Capita che delle notti non si riesca proprio a dormire e per passare il tempo si faccia zapping frenetico senza soffermarsi mai a vedere nulla. Capita anche che nel mese di Gennaio, quando fra digitale, satellite e varie piattaforme online e la programmazione tutta concentrata su un argomento unico e inevitabile, la propria attenzione venga catturata da uno di quei film che hanno tutte le carte in regola per essere dei “drammoni”.

È così che poche notti fa, sul terzo canale RAI, purtroppo più verso le due della notte che del pomeriggio, ho visto un film del regista Jean Renoir: Questa terra è mia. Per chi non lo ricordasse, Jean Renoir è stato un regista francese molto particolare nello stile e molto amato dai suoi contemporanei. Nel 1943, durante il suo esilio americano, girerà un film altamente retorico e propagandistico, Questa terra è mia, This land is mine, in cui si racconta di un immaginario villaggio da qualche parte in Europa, probabilmente in Francia, occupato dai nazisti.

I protagonisti sono forse un po’ stereotipati: un maestro di mezza età, succube di una madre anziana ed energica che lo tiene in tutti i modi legato a sé mani e piedi, che per paura e quieto vivere sopporta supinamente l’invasione; la giovane e bella maestra, la “pasionaria” della storia, della quale il maestro è innamorato segretamente; il fratello di lei, che va d’amore e d’accordo coi tedeschi quando, in realtà, trama nell’ombra per sabotarli; il preside della scuola, che rappresenta la pericolosità della cultura.

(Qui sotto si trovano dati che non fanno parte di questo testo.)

package chem

import (
	"fmt"
	"slices"
	"strings"
	"sync"
)

// A Formation is the standard enthalpy of formation of a species at 25 °C.
type Formation struct {
	Species, Formula, CAS string
	State                 string // s, l, g or aq
	Enthalpy              MolarEnergy
	Source                string
}

var formations = sync.OnceValue(func() []Formation {
	var list []Formation
	for _, row := range readTable("formation_enthalpy.csv") {
		h, ok := row.number("delta_f_H_kJ_mol")
		if !ok || strings.Contains(row.text("formula"), "·nH2O") {
			continue // entropy only, or a strength of acid that HeatOfDilution reads
		}
		list = append(list, Formation{
			Species: row.text("species"), Formula: row.text("formula"), CAS: row.text("cas"), State: row.text("state"),
			Enthalpy: MolarEnergy(h) * KilojoulePerMole, Source: row.text("source"),
		})
	}
	return list
})

// elementStates are the reference states of the elements that turn up in bench
// reactions; their enthalpy of formation is zero by definition.
var elementStates = map[string]string{
	"H2": "g", "N2": "g", "O2": "g", "F2": "g", "Cl2": "g", "Br2": "l", "I2": "s",
	"C": "s", "S": "s", "P4": "s", "Na": "s", "K": "s", "Mg": "s", "Ca": "s", "Al": "s",
	"Fe": "s", "Cu": "s", "Zn": "s", "Mn": "s", "Cr": "s", "Ag": "s", "Sn": "s", "Ni": "s",
	"Pb": "s", "Li": "s", "Hg": "l", "Pd": "s", "Pt": "s", "Si": "s", "Ti": "s", "Ba": "s",
	"He": "g", "Ar": "g",
}

// FormationEnthalpy returns the standard enthalpy of formation at 25 °C of a
// species by name, CAS number or formula ("SO4^2-"), in a state (s, l, g, aq).
// With an empty state the species must be tabulated in one state only, except
// that an ion is taken in water. Ions stand on the scale on which H+(aq) is
// zero. Where isomers share a formula the error names them; it wraps ErrNoData.
func FormationEnthalpy(species, state string) (MolarEnergy, error) {
	f, err := FormationOf(species, state)
	return f.Enthalpy, err
}

// FormationOf is FormationEnthalpy with the row it came from.
func FormationOf(species, state string) (Formation, error) {
	of := fmt.Sprintf("enthalpy of formation of %s", species)
	if state != "" {
		of += " (" + state + ")"
	}
	want := formulaKey(species)
	if f, ok := elementFormation(want, state); ok {
		return f, nil
	}
	if state == "" && strings.ContainsAny(want, "+-") {
		state = "aq"
	}
	var found []Formation
	for _, f := range formations() {
		if f.named(species, want) && (state == "" || f.State == state) {
			found = append(found, f)
		}
	}
	switch {
	case len(found) == 1:
		return found[0], nil
	case len(found) == 0:
		return Formation{}, &DataError{Of: of, Err: ErrNoData, Limit: statesOf(species, want), Remedy: "give its enthalpy of formation in kJ/mol"}
	}
	return Formation{}, &DataError{Of: of, Err: ErrNoData, Limit: "it may be " + formationNames(found), Remedy: "name the substance and its state"}
}

// named says whether a species is this one by name, number or formula.
func (f Formation) named(species, formula string) bool {
	return strings.EqualFold(f.Species, strings.TrimSpace(species)) || (f.CAS != "" && f.CAS == species) || formulaKey(f.Formula) == formula
}

// elementFormation is zero for an element in its reference state.
func elementFormation(formula, state string) (Formation, bool) {
	reference, ok := elementStates[formula]
	if !ok || (state != "" && state != reference) {
		return Formation{}, false
	}
	return Formation{Species: formula, Formula: formula, State: reference, Source: "zero by definition: element in its reference state"}, true
}

// formulaKey brings ways to write a formula together: carets, dots for water
// and superscript signs.
func formulaKey(formula string) string {
	key := strings.NewReplacer("^", "", " ", "", "*", "·", "−", "-", "–", "-").Replace(strings.TrimSpace(formula))
	return strings.ReplaceAll(key, ".", "·")
}

// statesOf lists the states in which a species is tabulated.
func statesOf(species, formula string) string {
	var states []string
	for _, f := range formations() {
		if f.named(species, formula) && !slices.Contains(states, f.State) {
			states = append(states, f.State)
		}
	}
	if len(states) == 0 {
		return ""
	}
	return "tabulated as " + strings.Join(states, ", ")
}

func formationNames(list []Formation) string {
	names := make([]string, len(list))
	for i, f := range list {
		names[i] = fmt.Sprintf("%s (%s)", f.Species, f.State)
	}
	return strings.Join(names, ", ")
}

// A HeatPart is one ingredient of a mixture whose heat capacity is wanted.
type HeatPart struct {
	Mass         Mass
	SpecificHeat SpecificHeat
}

// MixtureHeatCapacity returns the heat capacity per mass of a mixture, the mean
// of its parts weighed by mass. Heats of mixing that change with temperature are
// left out, which costs a few per cent in strong acids and none in dilute
// solutions.
func MixtureHeatCapacity(parts ...HeatPart) (SpecificHeat, error) {
	of := "heat capacity of a mixture"
	var mass, heat float64
	for _, part := range parts {
		if !(part.Mass >= 0) || !Finite(part.Mass) {
			return 0, mustBePositive(of, "mass", part.Mass)
		}
		if err := mustBePositive(of, "heat capacity", part.SpecificHeat); err != nil {
			return 0, err
		}
		mass += float64(part.Mass)
		heat += float64(part.Mass) * float64(part.SpecificHeat)
	}
	if mass == 0 {
		return 0, mustBePositive(of, "mass", Mass(0))
	}
	return SpecificHeat(heat / mass), nil
}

Dopo la morte di due tedeschi viene ordinato di prendere dieci persone del villaggio in ostaggio, se l’assassino non si presenterà spontaneamente i dieci saranno puniti al suo posto. Fra gli ostaggi vi è anche il mansueto maestro. La madre, disperata, tenterà di farsi ricevere da chiunque: dal generale tedesco, dal sindaco e dal sovrintendente. Solo quest’ultimo la ascolterà e accetterà la sua proposta: una vita per una vita. Il maestro per il sabotatore. Tornato in libertà e saputo a quale prezzo, il maestro corre nell’ufficio del sovrintendente meditando di ucciderlo. Ma non è fortunato neanche in questo suo progetto di vendetta perché l’uomo lo anticipa suicidandosi. Trovato davanti al cadavere con in mano la rivoltella verrà arrestato e processato per omicidio. Ed è proprio in tribunale che finalmente l’uomo prende il soppravvento sull’agnello. Accusato di un omicidio passionale, perché entrambi innamorati della stessa donna, pronuncerà un discorso carico di retorica e di amore. “L’amor che move il Sole e l’altre stelle” direbbe Dante. Sì, ma quale amore? Solo ed esclusivamente per la giovane donna che, finalmente, lo guarda con occhi diversi? Anche, ma soprattutto l’amore per la propria terra, per la propria patria. Un lungo monologo, un “mea culpa” individuale e collettivo. Dirà di essere stato tentato dalla proposta del generale tedesco di istruire gli uomini del futuro per la società che la Germania vuole creare, ma il suo orgoglio di persona, di cittadino, di essere umano prevale. Invita tutti i presenti in aula a non dimenticare che sono stati occupati e a quale prezzo si sta girando la testa dall’altra parte.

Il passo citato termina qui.